Galerie photos : une quinzaine de photos N&B de plateau. A noter qu’il en existait une (ici non reproduite) dans laquelle le clown devenu Lord invitait à sa luxueuse table la jeune aveugle amoureuse de lui. La scène fut tournée, au moins photographiée mais sans doute coupée au montage avant exploitation ? Macheret n’en dit rien mais il ne peut pas tout savoir non plus.
Bandes annonces : L’Homme qui rit (bande annonce montée pour la reprise vidéo 2019 mais qui n’est pas donc pas la BA originale de 1928), Les Fiancées en folie (Seven Chances) (USA 1925) de et avec Buster Keaton (idem : BA contemporaine récente, pas celle de 1925), La Féérie du jazz (King of Jazz) (USA 1930) de J. M. Anderson, (idem : BA contemporaine récente, pas celle de 1930, et qui comporte même un module de restauration car elle présente certains plans avant et après restauration numérique).
Bref, honorables bonus mais ils seront probablement nettement surclassés en précision et en documents d’histoire du cinéma de première main par les suppléments anglophones annoncés sur l’édition américaine Flicker Alley qui va sortir en juin 2019 et qui devrait comprendre un livret inédit de Kevin Bronlow, un documentaire sur la période Universal du cinéaste Paul Leni, un essai de Sonia Coronado sur la nouvelle partition ainsi qu’une galerie affiches, photos et publicités plus ample que celle ici proposée.
Format 1.20 original N&B compatible 16/9, numérisé en Full HD 1080p.

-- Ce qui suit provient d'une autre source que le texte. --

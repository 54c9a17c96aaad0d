/**
 * The solution's additions for load cases and combinations, and for overload
 * (model format: "Load cases and combinations", "Overload", "Solution
 * additions"), typed here until the shared solution type has them, and the
 * pure readings the results panel draws from them: the combinations to pick
 * from, the envelope band of a shaft, the governing combination of a check,
 * the extreme reactions and the overload sentence.
 */
import type { Solution } from '../../shared-types/solution.js';
import type { AnyCheck } from './raiser-results.js';
import { type EditModel, combinationsOf, loadCasesOf } from './model-edits.js';
import { type UnitSystem, formatNumber, formatQuantity } from './units.js';

export interface OverloadResult {
  firstYieldFactor: number | null;
  firstYield: { shaft: string; z: number | null; layer: string } | null;
  collapseFactor: number | null;
  plasticAt: Array<{ shaft: string; z: number }>;
  collapse?: 'mechanism' | 'none' | 'omitted';
}

export interface EnvelopeLayer { material: string; maxShear: number; utilisation: number | null; combination: string }
export interface EnvelopeSegment { index: number; maxAbsTorque: number; combination: string; layers: EnvelopeLayer[] }
export interface EnvelopeStations {
  z: number[];
  torqueLeftMin: Array<number | null>;
  torqueLeftMax: Array<number | null>;
  torqueRightMin: Array<number | null>;
  torqueRightMax: Array<number | null>;
  rotationMin: number[];
  rotationMax: number[];
}
export interface EnvelopeShaft { id: string; stations: EnvelopeStations; segments: EnvelopeSegment[] }
export interface Envelope {
  reactions: Array<{ support: string; min: number; max: number; minCombination: string; maxCombination: string }>;
  shafts: EnvelopeShaft[];
}

export interface CombinationResult {
  id: string;
  name?: string;
  reactions: Array<{ support: string; torque: number }>;
  checks: AnyCheck[];
  equilibrium: { maxResidual: number };
  overload?: OverloadResult;
}

/** A solution with the additions of load cases and overload (each absent when it does not apply). */
export type CasesSolution = Solution & {
  combination?: string;
  combinations?: CombinationResult[];
  envelope?: Envelope;
  overload?: OverloadResult;
};

/** The combinations a model will be solved for: its own, else one per load case; none without cases. */
export function modelCombinations(model: EditModel | null): Array<{ id: string; name?: string }> {
  if (!model) return [];
  const cases = loadCasesOf(model);
  if (cases.length === 0) return [];
  const combos = combinationsOf(model);
  return (combos.length ? combos : cases).map((c) => ({ id: c.id, name: c.name }));
}

/** "Peak (peak)" or the id alone. */
export function combinationLabel(c: { id: string; name?: string }): string {
  return c.name ? `${c.name} (${c.id})` : c.id;
}

/** The name of a combination of the solution (its id when it has none). */
export function combinationName(s: CasesSolution, id: string): string {
  return s.combinations?.find((c) => c.id === id)?.name ?? id;
}

/** A band: lower and upper values over z (a jump is two points at one z). */
export interface Band { z: number[]; lo: number[]; hi: number[] }

/**
 * The envelope band of T along a shaft: at each station its min/max of T(z−)
 * then of T(z+), where the side exists (a shaft's ends have one side), so a jump
 * at a station is drawn as one.
 */
export function torqueBand(st: EnvelopeStations): Band {
  const out: Band = { z: [], lo: [], hi: [] };
  st.z.forEach((z, i) => {
    const sides: Array<[number | null, number | null]> = [
      [st.torqueLeftMin[i], st.torqueLeftMax[i]],
      [st.torqueRightMin[i], st.torqueRightMax[i]],
    ];
    for (const [lo, hi] of sides) {
      if (lo === null || hi === null || lo === undefined || hi === undefined) continue;
      out.z.push(z);
      out.lo.push(lo);
      out.hi.push(hi);
    }
  });
  return out;
}

/** The envelope band of the rotation along a shaft, at its stations. */
export function rotationBand(st: EnvelopeStations): Band {
  return { z: [...st.z], lo: [...st.rotationMin], hi: [...st.rotationMax] };
}

/** The worst of one check over the combinations: which combination and its utilisation. */
export interface Governing { combination: string; utilisation: number | null }

/**
 * The combination that governs a check. A shear check reads the envelope's layer
 * (its layer index, else its material, else the segment's worst layer); any other
 * check is the same check (kind, shaft, segment, layer) of largest utilisation
 * over the combinations. Null when the solution has no combinations or no match.
 */
export function governingOf(s: CasesSolution, c: AnyCheck): Governing | null {
  if (c.kind === 'shear' && s.envelope && c.segment !== undefined) {
    const seg = s.envelope.shafts.find((sh) => sh.id === c.shaft)?.segments.find((g) => g.index === c.segment);
    if (seg && seg.layers.length) {
      let layer: EnvelopeLayer | undefined =
        c.layer !== undefined ? seg.layers[c.layer] : c.material ? seg.layers.find((l) => l.material === c.material) : undefined;
      layer ??= seg.layers.reduce((a, b) => ((b.utilisation ?? -1) > (a.utilisation ?? -1) ? b : a));
      if (layer) return { combination: layer.combination, utilisation: layer.utilisation };
    }
  }
  let best: Governing | null = null;
  for (const combo of s.combinations ?? []) {
    for (const k of combo.checks) {
      if (k.kind !== c.kind || k.shaft !== c.shaft || k.segment !== c.segment || k.layer !== c.layer) continue;
      if ((k as { raiser?: string }).raiser !== (c as { raiser?: string }).raiser) continue;
      if (best === null || (best.utilisation ?? -1) < k.utilisation) best = { combination: combo.id, utilisation: k.utilisation };
    }
  }
  return best;
}

function placeText(shaft: string, z: number | null, system: UnitSystem): string {
  return z === null ? `all along shaft ${shaft}` : `shaft ${shaft} at z = ${formatQuantity(z, 'length', system, 4)}`;
}

/**
 * The overload in plain words: "The loads of Peak can grow 1.84× before the
 * first fibre yields, 2.61× before the shafts collapse." (or "… and no
 * collapse mechanism exists"), with where each happens.
 */
export function overloadSentence(o: OverloadResult, combination: string | null, system: UnitSystem): { line: string; where: string } {
  const whose = combination ? `The loads of ${combination}` : 'The loads';
  const f = (x: number) => `${formatNumber(x, 3)}×`;
  const noMechanism = o.collapse === 'none' || (o.collapse === undefined && o.collapseFactor === null && o.firstYieldFactor !== null);
  let line: string;
  if (o.firstYieldFactor === null && o.collapseFactor === null) {
    line = noMechanism
      ? `${whose} have no factor to first yield, and no collapse mechanism exists.`
      : `${whose} have no overload factors: a material on a loaded path has no shear yield stress (see the warning).`;
  } else {
    const first = o.firstYieldFactor === null ? 'cannot be given a factor to first yield' : `can grow ${f(o.firstYieldFactor)} before the first fibre yields`;
    const last = o.collapseFactor !== null
      ? `${o.firstYieldFactor === null ? 'and ' : ''}${f(o.collapseFactor)} before the shafts collapse`
      : noMechanism
        ? 'and no collapse mechanism exists'
        : 'and the collapse factor cannot be given';
    line = `${whose} ${first}, ${last}.`;
  }
  const parts: string[] = [];
  if (o.firstYield) parts.push(`First yield: ${placeText(o.firstYield.shaft, o.firstYield.z, system)}, layer ${o.firstYield.layer}.`);
  if (o.collapseFactor !== null && o.plasticAt.length) {
    parts.push(`Fully plastic at collapse: ${o.plasticAt.map((p) => placeText(p.shaft, p.z, system)).join('; ')}.`);
  }
  return { line, where: parts.join(' ') };
}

Copie argentique assez bien restaurée mais quelques imperfections subsistent : déchirures occasionnelles, émulsion instable sur certains plans. Numérisation de bonne qualité, effectuée à partir de la copie 35mm tirée en 1954 par Universal d’après le négatif nitrate. La majorité des poussières, saletés et brûlures ont été nettoyées. Très bonne définition, à partir d’un master 4K exploité ici en Full HD.
Aucune piste son puisqu’il s’agit d’un film muet. Intertitres américains aux STF corrects et bien lisibles. Deux musiques d’accompagnement sont disponibles en DTS Master Audio : la musique originale Movietone d’exploitation de 1928 à écouter en priorité car c’est un document sonore de première main et une musique plus récente composée par la Berklee School of Music. La musique Movietone de 1928 n’est pas seulement une musique mais, sur certaines séquences, une musiques additionnée d’effets sonores assimilables à du bruitage. Elle est donc très vivante. La partition récente n’a, selon moi, strictement aucun intérêt mais elle fournit une illustration musicale aux normes techniques actuelles.